* DATA EXTRACTS

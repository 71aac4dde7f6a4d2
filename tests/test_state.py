"""Tests of the view state and its URL form (webapp/state.py).

The external reference here is the URL standard itself: query strings are
percent-encoded per RFC 3986 and read back with the standard library's
``urllib.parse`` (WHATWG form decoding, where ``+`` is a space), so the tests
check round trips through those rules rather than against stored strings.
"""

from __future__ import annotations

import dataclasses
import re
from pathlib import Path
from urllib.parse import parse_qsl

import pytest
from hypothesis import given, settings
from hypothesis import strategies as st

from webapp.state import url_codec as state_module
from webapp.state import (
    NO_COLOUR,
    PARAMETERS,
    STATE_VERSION,
    TRANSFORMS,
    ViewState,
    ViewStateError,
    parse_query,
    to_query,
)

DOCS = Path(__file__).resolve().parents[1] / "docs" / "url-state.md"

# --------------------------------------------------------------------------------------
# Strategies: valid states, with labels chosen to break naive URL handling
# --------------------------------------------------------------------------------------

tricky_labels = st.sampled_from(
    [
        "B-001",
        "a,b",
        "salt & pepper",
        "x=y",
        "100%",
        "%41",
        "+plus+",
        " leading space",
        "trailing space ",
        "pH",
        "Viscosity (mPa s)",
        "Particle size d50 (µm)",
        "ä ö ü ß",
        "漢字",
        "emoji 🧪",
        "auto",
        "none",
        "~",
        "~auto",
        "~~",
        "a:b",
        "line\nbreak",
        "tab\there",
        "?q#frag",
        "/path/",
    ]
)
labels = st.one_of(tricky_labels, st.text(alphabet=st.characters(codec="utf-8"), min_size=1, max_size=12))
tokens = st.from_regex(r"[A-Za-z0-9_-]{16,64}", fullmatch=True)
pcs = st.integers(min_value=1, max_value=state_module.MAX_PC)

valid_states = st.builds(
    ViewState,
    dataset=st.none() | tokens,
    variables_off=st.lists(labels, max_size=5),
    excluded=st.lists(labels, max_size=8),
    excluded_set=st.none() | tokens,
    transforms=st.dictionaries(labels, st.sampled_from(TRANSFORMS), max_size=4),
    missing=st.sampled_from(state_module.MISSING_POLICIES),
    centring=st.sampled_from(state_module.CENTRINGS),
    scaling=st.sampled_from(state_module.SCALINGS),
    id_column=st.none() | labels,
    ranges=st.lists(
        st.tuples(*[st.floats(min_value=-1e6, max_value=1e6, allow_nan=False)] * 2), max_size=state_module.MAX_RANGES
    ),
    row_correction=st.sampled_from(state_module.ROW_CORRECTIONS),
    savgol=st.none() | st.sampled_from([(3, 2, 0), (5, 2, 1), (15, 2, 1), (21, 3, 2), (999, 6, 2), (7, 0, 0)]),
    components=st.none() | pcs,
    confidence=st.floats(min_value=0.5, max_value=0.9999, exclude_min=True),
    pc_x=pcs,
    pc_y=pcs,
    sigma_levels=st.lists(
        st.floats(min_value=0.0, max_value=10.0, exclude_min=True), max_size=6, unique=True
    ),
    ellipse_by=st.sampled_from(state_module.ELLIPSE_MODES),
    hotelling=st.booleans(),
    colour_by=st.none() | st.just(NO_COLOUR) | labels,
    arrows=st.booleans(),
    biplot_scaling=st.sampled_from(state_module.BIPLOT_SCALINGS),
    arrow_limit=st.none() | st.integers(min_value=1, max_value=state_module.MAX_ARROWS),
    labels=st.booleans(),
    loading_pc=pcs,
    picked=st.none() | labels,
    batch=st.none() | tokens,
    saved_view=st.none() | tokens,
    present=st.booleans(),
    slide=st.integers(min_value=1, max_value=state_module.MAX_SLIDE),
    slide_figure=st.sampled_from(state_module.SLIDE_FIGURES),
    follow=st.none() | tokens,
)


# --------------------------------------------------------------------------------------
# Round trip and canonical form
# --------------------------------------------------------------------------------------


@settings(max_examples=400)
@given(valid_states)
def test_round_trip_is_exact_for_every_valid_state(view):
    assert parse_query(to_query(view)) == (view, ())
    assert parse_query("?" + to_query(view)) == (view, ())


@given(valid_states, st.randoms(use_true_random=False))
def test_order_of_parameters_does_not_matter(view, random):
    pieces = to_query(view).split("&")
    random.shuffle(pieces)
    assert parse_query("&".join(pieces)) == (view, ())


@given(valid_states)
def test_every_field_is_written_once_in_the_documented_order(view):
    names = [name for name, _ in parse_qsl(to_query(view), keep_blank_values=True)]
    unique_in_order = list(dict.fromkeys(names))
    assert unique_in_order == ["v", *(p.name for p in PARAMETERS)]
    singles = [p.name for p in PARAMETERS if not p.repeated]
    assert all(names.count(name) == 1 for name in ["v", *singles])


# Arbitrary query text, and query text assembled from real parameter names with
# both sensible and nonsensical values, to reach every branch of the reader.
parameter_names = st.sampled_from(["v", *(p.name for p in PARAMETERS), "foo", ""])
loose_values = st.one_of(
    st.text(max_size=15),
    st.sampled_from(["0", "1", "2", "auto", "none", "-1", "1e9", "0.95", "1,2", ",", "nan", "inf", "~", "a:log10"]),
)
assembled_queries = st.lists(st.tuples(parameter_names, loose_values), max_size=12).map(
    lambda pairs: "&".join(f"{name}={value}" for name, value in pairs)
)


@settings(max_examples=400)
@given(st.one_of(st.text(), assembled_queries))
def test_reading_any_text_never_raises_and_rewriting_is_a_fixed_point(query):
    view, notices = parse_query(query)
    assert isinstance(view, ViewState)
    assert all(isinstance(n, str) and n for n in notices)
    assert "default view is shown" not in " ".join(notices)  # the safety net is never needed
    canonical = to_query(view)
    assert parse_query(canonical) == (view, ())
    assert to_query(parse_query(canonical)[0]) == canonical


def test_plus_sign_and_encoded_plus_follow_form_decoding():
    # WHATWG application/x-www-form-urlencoded: "+" is a space, "%2B" is a plus sign.
    view, notices = parse_query("ex=a+b&ex=c%2Bd")
    assert notices == ()
    assert view.excluded == ("a b", "c+d")
    assert "ex=c%2Bd" in to_query(view)


def test_commas_in_labels_survive_and_sigma_uses_commas():
    view = ViewState(excluded=("B,001", "B,002"), sigma_levels=(3, 1))
    query = to_query(view)
    assert "ex=B,001&ex=B,002" in query
    assert "sigma=1,3" in query
    assert parse_query(query) == (view, ())


# --------------------------------------------------------------------------------------
# Defaults
# --------------------------------------------------------------------------------------


@pytest.mark.parametrize("query", ["", "?", "v=1", "?v=1", None])
def test_missing_parameters_take_defaults_without_notices(query):
    assert parse_query(query) == (ViewState(), ())


def test_default_values():
    view = ViewState()
    assert (view.dataset, view.variables_off, view.excluded, view.transforms) == (None, (), (), ())
    assert (view.missing, view.centring, view.scaling, view.id_column) == ("drop", "mean", "unit", None)
    assert (view.components, view.confidence) == (None, 0.95)
    assert (view.pc_x, view.pc_y, view.sigma_levels, view.ellipse_by) == (1, 2, (2.0,), "group")
    assert (view.hotelling, view.colour_by, view.arrows, view.biplot_scaling) == (False, None, True, "correlation")
    assert (view.labels, view.loading_pc, view.picked, view.present, view.slide) == (False, 1, None, False, 1)


def test_default_query_spells_out_every_setting():
    assert to_query(ViewState()) == (
        "v=1&ds=&rows=samples&off=&offset=&ex=&exset=&tf=&missing=drop&centre=mean&scale=unit&id=auto&rng=&rowc=none&sg=off&k=auto&conf=0.95"
        "&x=1&y=2&sigma=2&ellipse=group&t2ellipse=0&colour=auto&arrows=1&biplot=correlation"
        "&narrows=auto&labels=0&lpc=1&lover=&pick=&batch=&view=&present=0&slide=1&show=scores&follow="
    )


def test_empty_sigma_means_no_ellipses():
    view, notices = parse_query("sigma=")
    assert notices == ()
    assert view.sigma_levels == ()
    assert "sigma=&" in to_query(view)


def test_pc_x_may_equal_pc_y_without_notice():
    view, notices = parse_query("x=3&y=3")
    assert (view.pc_x, view.pc_y, notices) == (3, 3, ())


def test_colour_keywords_and_escaped_column_names():
    assert parse_query("colour=auto")[0].colour_by is None
    assert parse_query("colour=none")[0].colour_by == NO_COLOUR
    assert parse_query("colour=site")[0].colour_by == "site"
    assert parse_query("colour=~none")[0].colour_by == "none"
    assert parse_query("colour=~~x")[0].colour_by == "~x"
    assert "colour=~none" in to_query(ViewState(colour_by="none"))
    assert parse_query("id=~auto")[0].id_column == "auto"


def test_lists_are_canonical_sorted_and_deduplicated():
    view = ViewState(
        excluded=["B-7", "B-1", "B-7"],
        transforms=[("pH", "log10"), ("Ca", "sqrt"), ("Mg", "none")],
        sigma_levels=[3, 1, 3.0],
    )
    assert view.excluded == ("B-1", "B-7")
    assert view.transforms == (("Ca", "sqrt"), ("pH", "log10"))
    assert view.sigma_levels == (1.0, 3.0)
    assert view == ViewState(excluded=("B-1", "B-7"), transforms={"pH": "log10", "Ca": "sqrt"}, sigma_levels=(1, 3))


def test_transform_variable_names_may_contain_colons():
    view, notices = parse_query("tf=ratio%20a:b:log10")
    assert notices == ()
    assert view.transforms == (("ratio a:b", "log10"),)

* WHAT THE TASK REQUIRES
Filter the lines above, keeping and copying those that contain "correlation".

* RESPONSE AREA
    assert (view.hotelling, view.colour_by, view.arrows, view.biplot_scaling) == (False, None, True, "correlation")
        "&x=1&y=2&sigma=2&ellipse=group&t2ellipse=0&colour=auto&arrows=1&biplot=correlation"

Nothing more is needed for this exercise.